The Basic Steps of Closing
A sales contract is signed by the buyer and seller and delivered to the closing agent, usually with a deposit check. The escrow is accepted by
the escrow agent, often by written notation on the contract. The escrow agent starts the closing process by opening a title order. The file begins to be processed. Tax information, loan payoffs, survey (if necessary), homeowner/maintenance fees, inspections/reports, and hazard and other insurances, as well as legal papers are ordered. A title search is ordered.

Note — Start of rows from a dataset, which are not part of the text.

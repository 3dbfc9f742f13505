"""Seeded acceptance runs for long-run profiles: invented runs of three kinds with a known truth,
and how well the k = 2 band of Q(t) covers that truth along the curve.

Used by ``bench/bench_longrun.py`` (figures) and the ``slow`` tests (thresholds). Every scenario
is invented data; the probe lags the contents with a first-order time constant, as in the
simulator's thermal model (:mod:`heatlog.sim.thermal`), and the log's clock starts at an
arbitrary value, as a board's does.

* hand warmer: 1.5 W for 3 h, then decaying over 10 min, in a 60 J/K pouch losing 0.06 W/K;
  probe τ 20 s; G from a cooling fit on the tail;
* cold pack: −60 W for 1 min, then decaying over 1 min (a fast dissolution) in a 400 J/K pouch
  losing 0.2 W/K; probe τ 15 s; G from a cooling fit on the rewarming tail;
* cement: Q∞ 390 J/g, τ 12 h, β 1.5 for 100 g in a 2500 J/K box losing 0.03 W/K; probe τ 60 s;
  G (and C) from an electrical heating-curve calibration of the same box.

* cold pack on the simulator's thermal model (``pack-sim``): the same pouch and probe stepped by
  :class:`heatlog.sim.thermal.ThermalModel` (the model behind ``heatlog sim``), −7.2 kJ
  released first-order over 40 s.

"Before" is the analysis without the probe's time constant; "after" with it. Both use the
cooling fit as it now stands (on the segment's time base, quality-checked).
"""

from __future__ import annotations

from dataclasses import dataclass

import numpy as np

from heatlog.gum import Input
from heatlog.profile.analysis import ProfileResult, ProfileSettings, analyse_profile
from heatlog.profile.heatloss import heating_curve_fit
from heatlog.profile.synthetic import HydrationCurve, LongRun, PlateauDecay, long_run

KINDS = ("warmer", "pack", "cement", "pack-sim")
#: The log's clock at the first sample (a board counts from its own power-up).
CLOCK_OFFSET_S = 1_234_567.0
POINTS = 80


@dataclass(frozen=True, eq=False)
class Scenario:
    kind: str
    run: LongRun
    settings: ProfileSettings  # without the probe's time constant
    tau: Input  # the probe's time constant as a user would state it
    event_start_s: float
    true_peak_W: float


def _tau(value: float) -> Input:
    # stated with 10 % standard uncertainty, as from a plunge test (common practice, no source)
    return Input(value, 0.1 * value, "s", note="plunge test (invented)")


def scenario(kind: str, seed: int) -> Scenario:
    """One invented run of ``kind`` with noise seeded by ``seed`` (module docstring)."""
    rng = np.random.default_rng(seed)
    if kind == "warmer":
        tau = 20.0 * (1 + 0.05 * rng.standard_normal())
        src = PlateauDecay(1.5, 3 * 3600.0, 600.0, 600.0)
        run = long_run(
            src, duration_s=9 * 3600.0, dt_s=10.0, heat_capacity_J_per_K=60.0,
            loss_W_per_K=0.06, env_C=20.0, noise_K=0.01, seed=seed, probe_tau_s=tau,
        )  # fmt: skip
        settings = ProfileSettings(
            heat_capacity=Input(60.0, 0.6, "J/K"), cooling_fit_after_s=4.5 * 3600.0,
            env_C=20.0, u_env_K=0.02, u_temp_K=0.02, kind="warmer",
        )  # fmt: skip
        return Scenario(kind, run, settings, _tau(20.0), 600.0, 1.5)
    if kind == "pack":
        tau = 15.0 * (1 + 0.05 * rng.standard_normal())
        src = PlateauDecay(-60.0, 60.0, 60.0, 300.0)
        run = long_run(
            src, duration_s=3 * 3600.0, dt_s=2.0, heat_capacity_J_per_K=400.0,
            loss_W_per_K=0.2, env_C=22.0, noise_K=0.01, seed=seed, probe_tau_s=tau,
        )  # fmt: skip
        settings = ProfileSettings(
            heat_capacity=Input(400.0, 4.0, "J/K"), cooling_fit_after_s=1800.0,
            env_C=22.0, u_env_K=0.02, u_temp_K=0.02, kind="pack",
        )  # fmt: skip
        return Scenario(kind, run, settings, _tau(15.0), 300.0, -60.0)
    if kind == "cement":
        tau = 60.0 * (1 + 0.05 * rng.standard_normal())
        hc = HydrationCurve(q_inf_J_per_g=390.0, tau_s=12 * 3600.0, beta=1.5, mass_g=100.0)
        run = long_run(
            hc, duration_s=5 * 86400.0, dt_s=60.0, heat_capacity_J_per_K=2500.0,
            loss_W_per_K=0.03, env_C=20.0, noise_K=0.01, seed=seed, probe_tau_s=tau,
        )  # fmt: skip
        cal = _box_calibration(seed)
        settings = ProfileSettings(
            heat_capacity=cal.heat_capacity, loss=Input(cal.loss.G_W_per_K, cal.loss.u_G_W_per_K),
            env_C=20.0, u_env_K=0.02, u_temp_K=0.02, kind="cement",
            sample_g=Input(100.0, 0.1, "g"),
        )  # fmt: skip
        peak = float(hc.power(np.linspace(60.0, 3 * 86400.0, 100_000)).max())
        return Scenario(kind, run, settings, _tau(60.0), 0.0, peak)
    if kind == "pack-sim":
        return _sim_pack(seed)
    raise ValueError(kind)


def _sim_pack(seed: int) -> Scenario:
    from heatlog.sim.thermal import Reaction, ThermalModel, Vessel

    rng = np.random.default_rng(seed)
    tau = 15.0 * (1 + 0.05 * rng.standard_normal())
    model = ThermalModel(
        Vessel(400.0, 0.2, 22.0, 22.0, probe_lag_s=tau), (Reaction(300.0, -7200.0, 40.0),)
    )
    t = np.arange(0.0, 3 * 3600.0 + 1.0, 2.0)
    probe, contents, heat = (np.empty_like(t) for _ in range(3))
    for i, ti in enumerate(t):
        model.advance(float(ti))
        probe[i], contents[i], heat[i] = model.probe_C, model.temp_C, model.released_J()
    read = probe + rng.normal(0.0, 0.01, t.size)
    run = LongRun(t, read, np.full_like(t, 22.0), heat, contents, 400.0, 0.2, tau)
    settings = ProfileSettings(
        heat_capacity=Input(400.0, 4.0, "J/K"), cooling_fit_after_s=1800.0,
        env_C=22.0, u_env_K=0.02, u_temp_K=0.02, kind="pack",
    )  # fmt: skip
    return Scenario("pack-sim", run, settings, _tau(15.0), 300.0, -7200.0 / 40.0)


def _box_calibration(seed: int):
    """The cement box calibrated with a 2 W heater for 8 h, then 16 h off (invented)."""
    cal = long_run(
        PlateauDecay(2.0, 8 * 3600.0, 1.0), duration_s=24 * 3600.0, dt_s=60.0,
        heat_capacity_J_per_K=2500.0, loss_W_per_K=0.03, env_C=20.0, noise_K=0.01,
        seed=seed + 1000,
    )  # fmt: skip
    power = np.where(cal.time_s < 8 * 3600.0, 2.0, 0.0)
    return heating_curve_fit(cal.time_s, cal.temp_C, cal.env_C, power, u_power_rel=0.002)


@dataclass(frozen=True)
class Coverage:
    """Of Q(t) against the truth at POINTS instants along the curve."""

    covered: float  # fraction of points with |error| ≤ U(k=2)
    median_rel_error: float  # |error| over max(|Q_true|, 1 % of the largest |Q_true|)
    max_rel_error: float
    peak_rate_W: float
    u_peak_rate_W: float
    peak_flagged: bool  # the peak rate carries a warning (not resolved, not converged)


def along_curve(sc: Scenario) -> np.ndarray:
    """Sample indices log-spaced from the event's start to the end (dense where Q changes)."""
    t = sc.run.time_s
    step = float(t[1] - t[0])
    grid = sc.event_start_s + np.geomspace(2.0 * step, t[-1] - sc.event_start_s, POINTS)
    idx = np.searchsorted(t, grid)
    return np.unique(np.clip(idx, 1, t.size - 1))


def coverage(sc: Scenario, result: ProfileResult) -> Coverage:
    idx = along_curve(sc)
    h = result.heat
    truth = sc.run.true_heat_J[idx] - sc.run.true_heat_J[0]
    err = h.heat_J[idx] - truth
    scale = np.maximum(np.abs(truth), 0.01 * float(np.max(np.abs(sc.run.true_heat_J))))
    rel = np.abs(err) / scale
    p = result.peak
    return Coverage(
        float(np.mean(np.abs(err) <= 2.0 * h.u_heat_J[idx])),
        float(np.median(rel)),
        float(np.max(rel)),
        p.rate_W,
        p.u_rate_W,
        bool(p.warnings),
    )


def analyse(sc: Scenario, *, corrected: bool) -> ProfileResult:
    """The scenario analysed without (before) or with (after) the probe's time constant."""
    from dataclasses import replace

    s = replace(sc.settings, probe_tau=sc.tau if corrected else None)
    return analyse_profile(sc.run.time_s + CLOCK_OFFSET_S, sc.run.temp_C, s)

This is a search made of the public records. Records searched include deeds, mortgages, paving assessments, liens, wills, divorce settlements and other documents affecting title to the property. Title examination is the examination of the documents found during the title search that affect the title to the property. This is when verification of the legal owner is made and
the debts owed against the property are determined. Upon completion of the search and examination, a title commitment/ preliminary report is prepared, reviewed and sent out to interested parties.
The closing agent reviews the new lender’s instructions and requirements,reviews instructions from other parties to the transaction, reviews legal and loan documents, assembles charges, prepares closing statements, and schedules the closing.
The escrow or settlement agent oversees closing of the transaction. The seller signs the deed and closing affidavit. The buyer signs the new note and mortgage. The old loan is paid off. The seller, real estate agents, attorneys and other parties present at the closing of the transaction are paid.
After the signing has been completed, the escrow or settlement agent will forward payment to any prior lender, and pay all parties who performed services in connection with your closing (if they have not been paid). The transaction documents are recorded in the county in which the property is located. Title insurance policies are prepared and sent to the new lender and to you. This all happens without any further actions by the buyer or seller.
A Fee Attorney refers to a lawyer who has entered into a contractual relationship with a title insurance company, or an agent of a title insurance company, to close real estate transactions on its behalf in exchange for a portion of the title premium. In Texas, title insurance premiums are established by the Texas Department of Insurance and must be charged as promulgated. Other states allow for a range of premiums or even complete discretion on the part of the insurance company as to what is charged.
The business of title insurance consists of three basic functions: a title search, closing the transaction (escrow), and issuance of a title policy or policies. A Fee Attorney performs the closing function. Most all title companies (the agent) or title insurance companies (the underwriter) also have their own employees who handle closings. For the public, it is often hard to tell whether a title closing office is a company owned office or a Fee Attorney office. An attorney who is directly involved in his or her Fee Attorney operation can be a valuable resource for parties seeking guidance or expertise on certain title or closing issues.The Fee Attorney may prepare a contract and advise the buyer on certain issues. The Fee Attorney would also suggest that the transaction close at the Fee Attorney’s office. The seller may need assistance with title curative matters or need a deed prepared, and a lender may need loan documents prepared. The Fee Attorney can perform all of these functions if the situation allows.